Morbidity and Mortality Following Cytoreductive Surgery and Hyperthermic Intraperitoneal Chemotherapy: Data from the DGAV StuDoQ Registry with 2149 Consecutive Patients
- 188 Downloads
Cytoreductive surgery (CRS) and hyperthermic intraperitoneal chemotherapy (HIPEC) are performed for well-selected patients with peritoneal surface malignancies. This combined treatment is potentially associated with an increased rate of complications.
The aim of this paper was to analyze the morbidity and mortality of CRS and HIPEC in the German national registry.
We present a retrospective analysis of 2149 consecutive patients from 52 hospitals. The data were prospectively documented in the DGAV StuDoQ Registry between February 2011 and December 2016.
Almost two-thirds of all patients had a colorectal malignancy; therefore, the most frequently performed resections were colectomies (54%) and rectal resections (30%). Only 36.2% of all patients had no anastomosis, and fewer than 20% of all patients were older than 70 years of age (16.4%). Enteric fistula and anastomotic leaks occurred in 10.5% of all cases. The reoperation rate was 14.6% (95% confidence interval [CI] 11.51–18.1).
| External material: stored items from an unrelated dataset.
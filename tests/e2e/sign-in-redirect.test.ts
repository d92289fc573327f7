import type { Browser } from "playwright-core";
import { afterAll, beforeAll, describe, expect, it } from "vitest";
import { newCustomer } from "../support/accounts";
import { launchBrowser, newContext } from "../support/browser";
import { testEnv } from "../support/env";

// After signing in, the page follows ?next=. Chromium reads "/\host", "/<tab>/host" and "//host" as another
// host (WHATWG URL Standard: "\" is a path separator for special schemes, tab and newline are removed), so
// each of these must end on our own origin (common practice: OWASP "Unvalidated Redirects and Forwards").
let browser: Browser;
let account: { email: string; password: string };
beforeAll(async () => {
  browser = await launchBrowser();
  account = await newCustomer("redirect");
});
afterAll(async () => {
  await browser?.close();
});

async function signInWithNext(rawQuery: string): Promise<URL> {
  const context = await newContext(browser);
  const page = await context.newPage();
  try {
    await page.goto(`/sign-in?next=${rawQuery}`);
    await page.getByLabel("E-mail").fill(account.email);
    await page.getByLabel("Password").fill(account.password);
    await page.getByRole("button", { name: "Sign in" }).click();
    await page.waitForURL((u) => !u.pathname.startsWith("/sign-in") && !u.pathname.startsWith("/after-sign-in"), { timeout: 20_000 });
    return new URL(page.url());
  } finally {
    await context.close();
  }
}

describe("the return address after signing in", () => {
  const origin = new URL(testEnv.appUrl).origin;

  it("follows a path on our own site", async () => {
    const url = await signInWithNext(encodeURIComponent("/portal"));
    expect(url.origin).toBe(origin);
    expect(url.pathname).toBe("/portal");
  });

  for (const [label, raw] of [
    ["an encoded backslash", "/%5Cother.example/path"],
    ["a raw backslash", "/\\other.example/path"],
    ["a tab", "/%09/other.example/path"],
    ["a protocol-relative address", "%2F%2Fother.example%2Fpath"],
    ["a full address", encodeURIComponent("https://other.example/path")],
    ["a double-encoded backslash", "/%255Cother.example/path"],
  ] as const) {
    it(`never leaves the site for ${label}`, async () => {
      const url = await signInWithNext(raw);
      expect(url.origin, url.href).toBe(origin);
    });
  }
});
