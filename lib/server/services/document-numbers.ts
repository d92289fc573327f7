import "server-only";
import { and, desc, eq } from "drizzle-orm";
import { documentCounters, estimateRevisions, moneyDocuments, payments, refunds, type MoneyDocument } from "@/db/schema";
import type { TxContext } from "@/db/transaction";
import { dayInZone } from "@/lib/engine/dates";
import { formatDocumentNumber, seriesYear, type MoneyDocumentKind } from "@/lib/engine/documents/numbering";
import { audit } from "@/lib/server/audit";
import { readShopTimeZone } from "@/lib/server/services/shop";

// Receipts (a payment received, by card or at the counter), refund notes (a refund the processor confirmed)
// and invoices (the job's final account). Each is issued in the transaction that records the money (or moves
// the job to "paid in full", for the invoice), with the next number of its series: the series' counter row is
// taken FOR UPDATE, so a transaction that rolls back gives its number back and two at once queue for it.

/** The next number of a series, allocated under the counter row's lock (held until the caller commits). */
async function allocate(ctx: TxContext, kind: MoneyDocumentKind, year: number): Promise<number> {
  await ctx.tx.insert(documentCounters).values({ kind, year, lastNumber: 0 }).onConflictDoNothing();
  const [counter] = await ctx.tx
    .select({ lastNumber: documentCounters.lastNumber })
    .from(documentCounters)
    .where(and(eq(documentCounters.kind, kind), eq(documentCounters.year, year)))
    .for("update")
    .limit(1);
  const next = counter!.lastNumber + 1;
  await ctx.tx
    .update(documentCounters)
    .set({ lastNumber: next })
    .where(and(eq(documentCounters.kind, kind), eq(documentCounters.year, year)));
  return next;
}

async function issue(
  ctx: TxContext,
  input: {
    kind: MoneyDocumentKind;
    jobId: string;
    paymentId?: string;
    refundId?: string;
    revisionId?: string | null;
    actorId?: string | null;
  },
): Promise<MoneyDocument> {
  const issuedAt = new Date();
  const year = seriesYear(dayInZone(issuedAt, await readShopTimeZone(ctx.tx)));
  const sequence = await allocate(ctx, input.kind, year);
  const number = formatDocumentNumber(input.kind, year, sequence);
  const [row] = await ctx.tx
    .insert(moneyDocuments)
    .values({
      kind: input.kind,
      year,
      sequence,
      number,
      jobId: input.jobId,
      paymentId: input.paymentId ?? null,
      refundId: input.refundId ?? null,
      revisionId: input.revisionId ?? null,
      issuedAt,
    })
    .returning();
  await audit(ctx, {
    actorId: input.actorId ?? null,
    action: `document.${input.kind}`,
    entity: "money_document",
    entityId: row!.id,
    before: null,
    after: { number, jobId: input.jobId, paymentId: input.paymentId ?? null, refundId: input.refundId ?? null },
  });
  return row!;
}

/** The receipt of a payment received (paid, or a duplicate charge: money the shop holds either way); once. */
export async function issueReceipt(ctx: TxContext, paymentId: string, actorId: string | null = null): Promise<MoneyDocument> {
  const [existing] = await ctx.tx
    .select()
    .from(moneyDocuments)
    .where(and(eq(moneyDocuments.kind, "receipt"), eq(moneyDocuments.paymentId, paymentId)))
    .limit(1);
  if (existing) return existing;
  const [p] = await ctx.tx.select({ jobId: payments.jobId }).from(payments).where(eq(payments.id, paymentId)).limit(1);
  return issue(ctx, { kind: "receipt", jobId: p!.jobId, paymentId, actorId });
}

/** The refund note of a refund the processor confirmed; once. */
export async function issueRefundNote(ctx: TxContext, refundId: string, actorId: string | null = null): Promise<MoneyDocument> {
  const [existing] = await ctx.tx
    .select()
    .from(moneyDocuments)
    .where(and(eq(moneyDocuments.kind, "refund"), eq(moneyDocuments.refundId, refundId)))
    .limit(1);
  if (existing) return existing;
  const [r] = await ctx.tx
    .select({ jobId: payments.jobId, paymentId: refunds.paymentId })
    .from(refunds)
    .innerJoin(payments, eq(payments.id, refunds.paymentId))
    .where(eq(refunds.id, refundId))
    .limit(1);
  return issue(ctx, { kind: "refund", jobId: r!.jobId, paymentId: r!.paymentId, refundId, actorId });
}

/**
 * The job's invoice, issued when it moves to "paid in full": the final account is known (the approved
 * revision, or the total the work stopped at) and nothing is left to pay. Once per job; a later move never
 * issues another or renumbers it.
 */
export async function issueInvoice(ctx: TxContext, jobId: string): Promise<MoneyDocument | null> {
  const [existing] = await ctx.tx
    .select()
    .from(moneyDocuments)
    .where(and(eq(moneyDocuments.kind, "invoice"), eq(moneyDocuments.jobId, jobId)))
    .limit(1);
  if (existing) return existing;
  // The revision the account's total comes from (loadJobAccount's choice: the newest approved one).
  const [revision] = await ctx.tx
    .select({ id: estimateRevisions.id })
    .from(estimateRevisions)
    .where(and(eq(estimateRevisions.jobId, jobId), eq(estimateRevisions.status, "approved")))
    .orderBy(desc(estimateRevisions.revision))
    .limit(1);
  if (!revision) return null;
  return issue(ctx, { kind: "invoice", jobId, revisionId: revision.id });
}
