import { transaction } from "@/db/transaction";
import { route } from "@/lib/server/route-handler";
import { recordReturn } from "@/lib/server/services/bench";
import { returnSchema } from "@/lib/validation/bench";
import { jobIdFrom } from "../../../_lib/params";

// POST /api/bench/jobs/:id/return { method: "pick-up" } | { method: "shipped", carrier, trackingNumber }
export const POST = route<{ id: string }, typeof returnSchema>(
  { permission: "job.return", body: returnSchema },
  async ({ params, body, viewer }) => {
    const jobId = await jobIdFrom(params);
    return transaction((ctx) => recordReturn(ctx, { jobId, actorId: viewer.id, input: body }));
  },
);
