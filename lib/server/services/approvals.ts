import "server-only";
import { and, desc, eq, sql } from "drizzle-orm";
import { estimateRevisions, jobs, payments } from "@/db/schema";
import type { TxContext } from "@/db/transaction";
import { audit } from "@/lib/server/audit";
import { AppError } from "@/lib/server/errors";
import { transitionJob } from "@/lib/server/services/jobs";

type DecisionInput = { jobId: string; customerId: string; revisionId: string };

// Locks the owner's job and returns the revision waiting for a decision; anything else is not-found or 409.
async function pendingRevision(ctx: TxContext, input: DecisionInput) {
  const [job] = await ctx.tx
    .select()
    .from(jobs)
    .where(and(eq(jobs.id, input.jobId), eq(jobs.customerId, input.customerId)))
    .for("update")
    .limit(1);
  if (!job) throw new AppError("not_found", "That job was not found.");
  const [latest] = await ctx.tx
    .select()
    .from(estimateRevisions)
    .where(eq(estimateRevisions.jobId, job.id))
    .orderBy(desc(estimateRevisions.revision))
    .limit(1);
  if (!latest) throw new AppError("not_found", "That estimate was not found.");
  if (latest.id !== input.revisionId) {
    const [asked] = await ctx.tx
      .select({ id: estimateRevisions.id })
      .from(estimateRevisions)
      .where(and(eq(estimateRevisions.id, input.revisionId), eq(estimateRevisions.jobId, job.id)))
      .limit(1);
    if (!asked) throw new AppError("not_found", "That estimate was not found.");
    throw new AppError("stale", "The shop has sent a newer revision of this estimate. Please read it before deciding.");
  }
  if (job.state !== "estimate_sent" || latest.status !== "sent") {
    throw new AppError("conflict", "This estimate has already been decided.");
  }
  return { job, revision: latest };
}

/**
 * The owner approves the current revision. When deposits already paid on this job cover the new revision's
 * deposit (a revision sent during the work), the job goes straight on: there is nothing new to collect.
 */
export async function approveRevision(ctx: TxContext, input: DecisionInput) {
  const { job, revision } = await pendingRevision(ctx, input);
  const now = new Date();
  await ctx.tx
    .update(estimateRevisions)
    .set({ status: "approved", decidedBy: input.customerId, decidedAt: now })
    .where(eq(estimateRevisions.id, revision.id));
  await transitionJob(ctx, {
    jobId: job.id,
    to: "approved",
    actor: "customer",
    actorId: input.customerId,
    note: `Revision ${revision.revision} approved`,
  });
  await audit(ctx, {
    actorId: input.customerId,
    action: "estimate.approve",
    entity: "estimate_revision",
    entityId: revision.id,
    before: { status: "sent" },
    after: { status: "approved", totalMinor: revision.totalMinor, depositMinor: revision.depositMinor },
  });
  const depositDue = revision.depositMinor - (await paidDeposits(ctx, job.id));
  if (depositDue <= 0) {
    await transitionJob(ctx, {
      jobId: job.id,
      to: "deposit_paid",
      actor: "system",
      actorId: null,
      note: "Deposit already covered by an earlier payment",
    });
  }
  return { revisionId: revision.id, depositDueMinor: Math.max(0, depositDue) };
}

export async function declineRevision(ctx: TxContext, input: DecisionInput & { reason: string }) {
  const { job, revision } = await pendingRevision(ctx, input);
  await ctx.tx
    .update(estimateRevisions)
    .set({ status: "declined", decidedBy: input.customerId, decidedAt: new Date(), declineReason: input.reason })
    .where(eq(estimateRevisions.id, revision.id));
  await transitionJob(ctx, { jobId: job.id, to: "declined_by_owner", actor: "customer", actorId: input.customerId, note: input.reason });
  await audit(ctx, {
    actorId: input.customerId,
    action: "estimate.decline",
    entity: "estimate_revision",
    entityId: revision.id,
    before: { status: "sent" },
    after: { status: "declined", reason: input.reason },
  });
  return { revisionId: revision.id };
}

export async function paidDeposits(ctx: TxContext, jobId: string): Promise<number> {
  const [row] = await ctx.tx
    .select({ total: sql<string>`coalesce(sum(${payments.amountMinor}), 0)` })
    .from(payments)
    .where(and(eq(payments.jobId, jobId), eq(payments.purpose, "deposit"), eq(payments.status, "paid")));
  return Number(row?.total ?? 0);
}
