export async function revokeCertificate(
  ctx: TxContext,
  { certificateId, actorId, reason }: { certificateId: string; actorId: string; reason: string },
): Promise<{ certificateId: string }> {
  const row = await lockCertificate({ tx: ctx.tx, certificateId });
  if (!row) throw new AppError("not_found", "That certificate was not found.");
  if (row.revokedAt) throw new AppError("conflict", "This certificate is already revoked.");
  const revokedAt = new Date();
  await ctx.tx.update(certificates).set({ revokedAt, revokedBy: actorId, revokeReason: reason }).where(eq(certificates.id, certificateId));
  forgetVerifyPages(row.code);
  await audit(ctx, {
    actorId,
    action: "certificate.revoke",
    entity: "certificate",
    entityId: certificateId,
    before: { revokedAt: null },
    after: { revokedAt: revokedAt.toISOString(), reason },
  });
  await queueRevocationNotice(ctx, { certificateId, reason });
  return { certificateId };
}

/** Lookups of codes that do not exist allowed per client address per minute (views of real certificates are not counted). */
export const VERIFY_GUESS_LIMIT_PER_MINUTE = 60;

export function isUuid(value: string): boolean {
  return /^[0-9a-f]{8}-[0-9a-f]{4}-[0-9a-f]{4}-[0-9a-f]{4}-[0-9a-f]{12}$/i.test(value);
}
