import "server-only";
import { and, eq } from "drizzle-orm";
import { jobs, messages } from "@/db/schema";
import { transaction, type TxContext } from "@/db/transaction";
import { audit } from "@/lib/server/audit";
import { AppError } from "@/lib/server/errors";
import { transitionJob } from "@/lib/server/services/jobs";

type Author = { id: string; side: "customer" | "staff" };

export type KeyedMessage = {
  jobId: string;
  authorId: string;
  idempotencyKey: string;
  body: string;
  internal: boolean;
  isQuestion: boolean;
};

export const KEY_REUSED_MESSAGE =
  "This message key was already used for a different message. Reload the page to see what was sent, then send your text again.";

/**
 * The message this author already stored on this job under this key: a repeat of the same post (a retry
 * after a lost answer) gets the original back and stores nothing; the same key with other content is
 * refused. Call it after locking the job row, so two posts with one key cannot both miss each other.
 */
export async function findKeyedMessage(ctx: TxContext, m: KeyedMessage): Promise<{ id: string; createdAt: Date } | null> {
  const [row] = await ctx.tx
    .select({
      id: messages.id,
      createdAt: messages.createdAt,
      body: messages.body,
      internal: messages.internal,
      isQuestion: messages.isQuestion,
    })
    .from(messages)
    .where(and(eq(messages.authorId, m.authorId), eq(messages.jobId, m.jobId), eq(messages.idempotencyKey, m.idempotencyKey)))
    .limit(1);
  if (!row) return null;
  if (row.body !== m.body || row.internal !== m.internal || row.isQuestion !== m.isQuestion) {
    throw new AppError("conflict", KEY_REUSED_MESSAGE, { idempotencyKey: KEY_REUSED_MESSAGE });
  }
  return { id: row.id, createdAt: row.createdAt };
}

function isKeyViolation(e: unknown): boolean {
  const err = e as { code?: string; constraint?: string; cause?: { code?: string; constraint?: string } };
  const code = err.code ?? err.cause?.code;
  const constraint = err.constraint ?? err.cause?.constraint;
  return code === "23505" && constraint === "message_idempotency_key_idx";
}

/**
 * Runs a message post in its own transaction. The job lock makes a second post with the same key wait and
 * then find the first; should two ever race past it anyway, the unique index refuses one, and running it
 * again answers with the stored message.
 */
export async function inMessageTransaction<T>(fn: (ctx: TxContext) => Promise<T>): Promise<T> {
  try {
    return await transaction(fn);
  } catch (e) {
    if (!isKeyViolation(e)) throw e;
    return transaction(fn);
  }
}

/**
 * One message on a job's thread. Customers write only on their own jobs and never internal notes; an answer
 * while the shop is waiting on the owner sends the job back to triage. Staff may mark a note internal.
 * The same idempotency key from the same author on the same job returns the first message (duplicate: true)
 * without a second row, audit entry or state change.
 */
export async function postMessage(
  ctx: TxContext,
  input: { jobId: string; author: Author; body: string; idempotencyKey: string; internal?: boolean },
): Promise<{ id: string; createdAt: Date; duplicate: boolean }> {
  const where =
    input.author.side === "customer" ? and(eq(jobs.id, input.jobId), eq(jobs.customerId, input.author.id)) : eq(jobs.id, input.jobId);
  const [job] = await ctx.tx.select({ id: jobs.id, state: jobs.state }).from(jobs).where(where).for("update").limit(1);
  if (!job) throw new AppError("not_found", "That job was not found.");
  const internal = input.author.side === "staff" && input.internal === true;
  const keyed: KeyedMessage = {
    jobId: job.id,
    authorId: input.author.id,
    idempotencyKey: input.idempotencyKey,
    body: input.body,
    internal,
    isQuestion: false,
  };
  const existing = await findKeyedMessage(ctx, keyed);
  if (existing) return { ...existing, duplicate: true };
  const [row] = await ctx.tx
    .insert(messages)
    .values({ jobId: job.id, authorId: input.author.id, body: input.body, internal, idempotencyKey: input.idempotencyKey })
    .returning({ id: messages.id, createdAt: messages.createdAt });
  await audit(ctx, {
    actorId: input.author.id,
    action: internal ? "message.internal" : "message.post",
    entity: "message",
    entityId: row!.id,
    before: null,
    after: { jobId: job.id },
  });
  if (input.author.side === "customer" && job.state === "awaiting_owner") {
    await transitionJob(ctx, { jobId: job.id, to: "in_triage", actor: "customer", actorId: input.author.id, note: "The owner answered" });
  }
  return { id: row!.id, createdAt: row!.createdAt, duplicate: false };
}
Major grade 3 and 4 complications (Clavien–Dindo classification) occurred in 19.3% of all patients, half of which were due to surgical complications. The overall 30-day postoperative hospital mortality was 2.3% (95% CI 1.02–3.85). Multivariate analysis showed an increased risk for morbidity associated with pancreatic resections (odds ratio [OR] 2.4), rectal resection (OR 1.5), or at least one anastomosis (OR 1.35), and mortality with reoperation (OR 8.7) or age > 70 years (OR 3.35).
CRS and HIPEC are associated with acceptable morbidity and low mortality. These results show that CRS and HIPEC can be safely performed nationwide when close mentoring by experienced centers is provided.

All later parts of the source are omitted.